Nick is not a crook, just weak; Fanny is not an overbearing partner, just loyal. And there we have it, over and over again.

Generally, however, they seem beached and static as a couple. He sees a poker game as more important than her opening night and is furious with her when she financially helps him. There are dry oil wells and phony bond deals, and finally jail. The show leaves the audience with the problem of not really having anyone to cheer for, or castigate. They are clearly an incompatible couple, and we are forced to spend an evening with them, not making any sense of their union. They have a child whose presence is passingly alluded to. Nick is not a crook, just weak; Fanny is not an overbearing partner, just loyal. And there we have it, over and over again.

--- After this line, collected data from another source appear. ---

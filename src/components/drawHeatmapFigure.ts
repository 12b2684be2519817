import { niceTicks, tickLabel } from './niceTicks';

/** A rectangle in CSS pixels. */
export interface Box {
  x: number;
  y: number;
  w: number;
  h: number;
}

/** Where the parts of a heatmap figure go, in CSS pixels. */
export interface FigureLayout {
  width: number;
  height: number;
  plot: Box;
  bar: Box;
}

// Margins for tick labels and titles (CSS px); the colour bar sits right of the plot.
const LEFT = 54;
const RIGHT = 86;
const TOP = 28;
const BOTTOM = 42;
const BAR_GAP = 14;
/** The height a figure adds to its plot (title above, axis below), CSS px. */
export const FIGURE_MARGINS = TOP + BOTTOM;
const BAR_WIDTH = 14;

function layoutFor(w: number, h: number): FigureLayout {
  w = Math.round(w);
  h = Math.round(h);
  const plot = { x: LEFT, y: TOP, w, h };
  return {
    width: LEFT + w + RIGHT,
    height: TOP + h + BOTTOM,
    plot,
    bar: { x: LEFT + w + BAR_GAP, y: TOP, w: BAR_WIDTH, h },
  };
}

/**
 * Lay a figure out in `width` CSS pixels with a plot of aspect w/h = `aspect` (so a grid cell with
 * dx = dy is square), no taller than `maxPlotHeight`.
 */
export function figureLayout(width: number, aspect: number, maxPlotHeight: number): FigureLayout {
  let w = Math.max(40, width - LEFT - RIGHT);
  let h = w / aspect;
  if (h > maxPlotHeight) {
    h = Math.max(40, maxPlotHeight);
    w = h * aspect;
  }
  return layoutFor(w, h);
}

/** A figure filling `width` with a plot of fixed height (a time axis has no aspect to keep). */
export function stripLayout(width: number, plotHeight: number): FigureLayout {
  return layoutFor(Math.max(40, width - LEFT - RIGHT), plotHeight);
}

export interface AxisSpec {
  min: number;
  max: number;
  label: string;
}

export interface HeatmapText {
  title: string;
  stamp: string;
  x: AxisSpec;
  y: AxisSpec;
  /** The colour bar: values at its bottom and top, its label, and how to write a tick. */
  bar: { lo: number; hi: number; label: string; tick?: (v: number, step: number) => string };
}

const FONT = '12px system-ui, sans-serif';
const INK = '#1b1b1b';
const MUTED = '#555';

/**
 * Draw a heatmap figure: the painted image (`tile`, north/top row first) stretched over the plot box,
 * an optional overlay in plot coordinates (CSS pixels), axes with ticks, and the colour bar
 * (`barTile`, 1 × N, top = hi) with its values. `dpr` is the ratio of backing-store to CSS pixels,
 * set by the caller explicitly. `smooth` interpolates the image (right for smooth fields, wrong for
 * time columns that are separate means).
 */
export function drawHeatmapFigure(
  ctx: CanvasRenderingContext2D,
  layout: FigureLayout,
  dpr: number,
  tile: CanvasImageSource,
  barTile: CanvasImageSource,
  text: HeatmapText,
  options: { smooth?: boolean; overlay?: (ctx: CanvasRenderingContext2D, plot: Box) => void } = {},
): void {
  const { plot, bar } = layout;
  ctx.setTransform(dpr, 0, 0, dpr, 0, 0);
  ctx.fillStyle = '#fff';
  ctx.fillRect(0, 0, layout.width, layout.height);
  ctx.imageSmoothingEnabled = options.smooth ?? true;
  // 'high' filters properly when the image is shrunk (a 1024² grid in a 600-pixel plot), and costs
  // several times 'low' (bilinear) in a software canvas; enlarging, bilinear is all there is to do.
  const shrinking = 'width' in tile && typeof tile.width === 'number' && tile.width > plot.w * dpr;
  ctx.imageSmoothingQuality = shrinking ? 'high' : 'low';
  ctx.drawImage(tile, plot.x, plot.y, plot.w, plot.h);
  ctx.imageSmoothingEnabled = false;
  ctx.drawImage(barTile, bar.x, bar.y, bar.w, bar.h);
  if (options.overlay) {
    ctx.save();
    ctx.beginPath();
    ctx.rect(plot.x, plot.y, plot.w, plot.h);
    ctx.clip();
    options.overlay(ctx, plot);
    ctx.restore();
  }

  ctx.strokeStyle = INK;
  ctx.lineWidth = 1;
  ctx.setLineDash([]);
  ctx.strokeRect(plot.x - 0.5, plot.y - 0.5, plot.w + 1, plot.h + 1);
  ctx.strokeRect(bar.x - 0.5, bar.y - 0.5, bar.w + 1, bar.h + 1);
  ctx.font = FONT;
  ctx.fillStyle = INK;

  const { x, y } = text;
  const xt = niceTicks(x.min, x.max, Math.max(2, Math.floor(plot.w / 70)));
  const xs = xt.length > 1 ? xt[1] - xt[0] : x.max - x.min;
  ctx.textAlign = 'center';
  ctx.textBaseline = 'top';
  for (const v of xt) {
    const px = Math.round(plot.x + ((v - x.min) / (x.max - x.min)) * plot.w) + 0.5;
    tick(ctx, px, plot.y + plot.h, px, plot.y + plot.h + 4);
    ctx.fillText(tickLabel(v, xs), px, plot.y + plot.h + 6);
  }
  ctx.fillText(x.label, plot.x + plot.w / 2, plot.y + plot.h + 24);

  const yt = niceTicks(y.min, y.max, Math.max(2, Math.floor(plot.h / 50)));
  const ys = yt.length > 1 ? yt[1] - yt[0] : y.max - y.min;
  ctx.textAlign = 'right';
  ctx.textBaseline = 'middle';
  for (const v of yt) {
    const py = Math.round(plot.y + plot.h - ((v - y.min) / (y.max - y.min)) * plot.h) + 0.5;
    tick(ctx, plot.x - 4, py, plot.x, py);
    ctx.fillText(tickLabel(v, ys), plot.x - 6, py);
  }
  ctx.save();
  ctx.translate(14, plot.y + plot.h / 2);
  ctx.rotate(-Math.PI / 2);
  ctx.textAlign = 'center';
  ctx.fillText(y.label, 0, 0);
  ctx.restore();

  // Colour bar values.
  const { lo, hi } = text.bar;
  const ct = hi > lo ? niceTicks(lo, hi, 4) : [lo];
  const cs = ct.length > 1 ? ct[1] - ct[0] : 1;
  const label = text.bar.tick ?? tickLabel;
  ctx.textAlign = 'left';
  for (const c of ct) {
    const py = Math.round(bar.y + bar.h - (hi > lo ? ((c - lo) / (hi - lo)) * bar.h : bar.h / 2)) + 0.5;
    tick(ctx, bar.x + bar.w, py, bar.x + bar.w + 4, py);
    ctx.fillText(label(c, cs), bar.x + bar.w + 6, py);
  }
  ctx.textBaseline = 'bottom';
  ctx.fillText(text.bar.label, bar.x - 2, bar.y - 6);

  ctx.font = `600 ${FONT}`;
  ctx.fillText(text.title, plot.x, plot.y - 8);
  ctx.font = FONT;
  ctx.fillStyle = MUTED;
  ctx.textAlign = 'right';
  ctx.fillText(text.stamp, plot.x + plot.w, plot.y - 8);
}

function tick(ctx: CanvasRenderingContext2D, x0: number, y0: number, x1: number, y1: number): void {
  ctx.beginPath();
  ctx.moveTo(x0, y0);
  ctx.lineTo(x1, y1);
  ctx.stroke();
}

Then there is the puzzle of Funny Girl and the issue of “beauty.” Henry Street neighbor Mrs. Strakosh (the excellent Toni DiBuono in this 2022 revival) is the first to trash Fanny’s looks, and you think: why? What is wrong with Fanny’s looks? Similarly, in the film of Funny Girl, Barbra Streisand looked wonderful, and so it was always a stretch that two physical aspects of Fanny—her nose and skinny legs—were proposed as attractiveness-disqualifying.

In this 2022 revival, for the first few minutes of Funny Girl, and in one routine in particular, Feldstein’s shape is implicitly made out to be the same unspoken disqualifier, as she looks so different from the other (thinner) female dancers on stage, who at first sneer at her. However, as in Streisand’s Funny Girl, Feldstein’s Brice addresses herself right at the beginning: “Hello, gorgeous!” while looking into the mirror. She says it like she means it, as she should.

Yet the show is down on her looks. Despite the “Hello, gorgeous” self-affirmation, Fanny makes clear to Nick he makes her feel beautiful—which trumps all the negatives she’s imbibed over the years from others. This affirmation he offers seems huge for her, yet she also doesn’t seem that overtly tortured by her looks. Why is she so beholden to Nick affirming her looks if she affirms them herself? Perhaps men reassuring women of their own aesthetic value seemed charming in days of yore. In the context of Funny Girl staged for now, it sounds witless and cringing.

It’s not the only thing about Funny Girl that feels lost in time. It also seems odd that much of the second half centers on Nick’s shame over all his money-losing, as well as characters including Fanny herself remarking how she should accommodate his weaknesses (emotional and economical).

“What did I do for you, darling? What did I give you that you couldn’t have gotten for yourself?” Nick asks Fanny at the end of Funny Girl.

A daughter, the gift of a blue egg, Fanny says, “And you made me feel almost... sort of... beautiful.”

“You are beautiful,” he says.

There it is again, the beauty thing flaring up without a consistent story thread underpinning it, and just as has been happening for the last few hours, a bizarre narrative impasse is resolved by a song, in this case a show-closing reprise by Fanny of “Don’t Rain on My Parade.”

Streisand’s “My Man,” which closes the film, gives the plot its proper, hardened-diva closure and is the better choice of song. However, “Don’t Rain on My Parade” is the traditional closer for the stage musical and is belted and applauded and cheered wildly as expected, but it also—sadly like a lot in Funny Girl 2022—rings hollow.